START PROVIDED DATA

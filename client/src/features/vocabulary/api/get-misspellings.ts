import { type MisspellingList, misspellingListSchema } from '@keyloom/shared';
import { queryOptions, useQuery } from '@tanstack/react-query';
import { apiRequest } from '@/lib/api-client';
import { vocabularyKeys } from './keys';

/** A version's words that look like misspellings of a much commoner word. */
export const getMisspellings = (versionId: string, signal?: AbortSignal): Promise<MisspellingList> =>
  apiRequest(`/profile-versions/${encodeURIComponent(versionId)}/misspellings`, {
    schema: misspellingListSchema,
    signal,
  });

export const misspellingsQueryOptions = (versionId: string) =>
  queryOptions({
    queryKey: vocabularyKeys.misspellings(versionId),
    queryFn: ({ signal }) => getMisspellings(versionId, signal),
  });

export const useMisspellings = (versionId: string) => useQuery(misspellingsQueryOptions(versionId));
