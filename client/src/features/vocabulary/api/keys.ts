import type { VocabularyQuery } from '@keyloom/shared';
import { queryRoots } from '@/lib/query-keys';

/**
 * Query keys of vocabularies: a client's current list, and a version's word listing and
 * misspellings. Invalidating `all` refreshes all three (a saved list changes the misspellings).
 */
export const vocabularyKeys = {
  all: queryRoots.vocabulary,
  client: (clientId: string) => [...vocabularyKeys.all, 'client', clientId] as const,
  versions: () => [...vocabularyKeys.all, 'version'] as const,
  words: (versionId: string, query: VocabularyListing) =>
    [...vocabularyKeys.versions(), versionId, 'words', query] as const,
  misspellings: (versionId: string) => [...vocabularyKeys.versions(), versionId, 'misspellings'] as const,
};

/** What the listing asks for (the server's default page size is kept). */
export type VocabularyListing = Pick<VocabularyQuery, 'query' | 'sort' | 'show' | 'page'>;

END PROVIDED DATA

## PROBLEM DESCRIPTION
Every line of the listing above is to be written out again exactly.

## TASK SOLUTION
filename client/src/features/vocabulary/api/get-misspellings.ts
import { type MisspellingList, misspellingListSchema } from '@keyloom/shared';
import { queryOptions, useQuery } from '@tanstack/react-query';
import { apiRequest } from '@/lib/api-client';
import { vocabularyKeys } from './keys';

/** A version's words that look like misspellings of a much commoner word. */
export const getMisspellings = (versionId: string, signal?: AbortSignal): Promise<MisspellingList> =>
  apiRequest(`/profile-versions/${encodeURIComponent(versionId)}/misspellings`, {
    schema: misspellingListSchema,
    signal,
  });

export const misspellingsQueryOptions = (versionId: string) =>
  queryOptions({
    queryKey: vocabularyKeys.misspellings(versionId),
    queryFn: ({ signal }) => getMisspellings(versionId, signal),
  });

export const useMisspellings = (versionId: string) => useQuery(misspellingsQueryOptions(versionId));
filename client/src/features/vocabulary/api/keys.ts
import type { VocabularyQuery } from '@keyloom/shared';
import { queryRoots } from '@/lib/query-keys';

/**
 * Query keys of vocabularies: a client's current list, and a version's word listing and
 * misspellings. Invalidating `all` refreshes all three (a saved list changes the misspellings).
 */
export const vocabularyKeys = {
  all: queryRoots.vocabulary,
  client: (clientId: string) => [...vocabularyKeys.all, 'client', clientId] as const,
  versions: () => [...vocabularyKeys.all, 'version'] as const,
  words: (versionId: string, query: VocabularyListing) =>
    [...vocabularyKeys.versions(), versionId, 'words', query] as const,
  misspellings: (versionId: string) => [...vocabularyKeys.versions(), versionId, 'misspellings'] as const,
};

/** What the listing asks for (the server's default page size is kept). */
export type VocabularyListing = Pick<VocabularyQuery, 'query' | 'sort' | 'show' | 'page'>;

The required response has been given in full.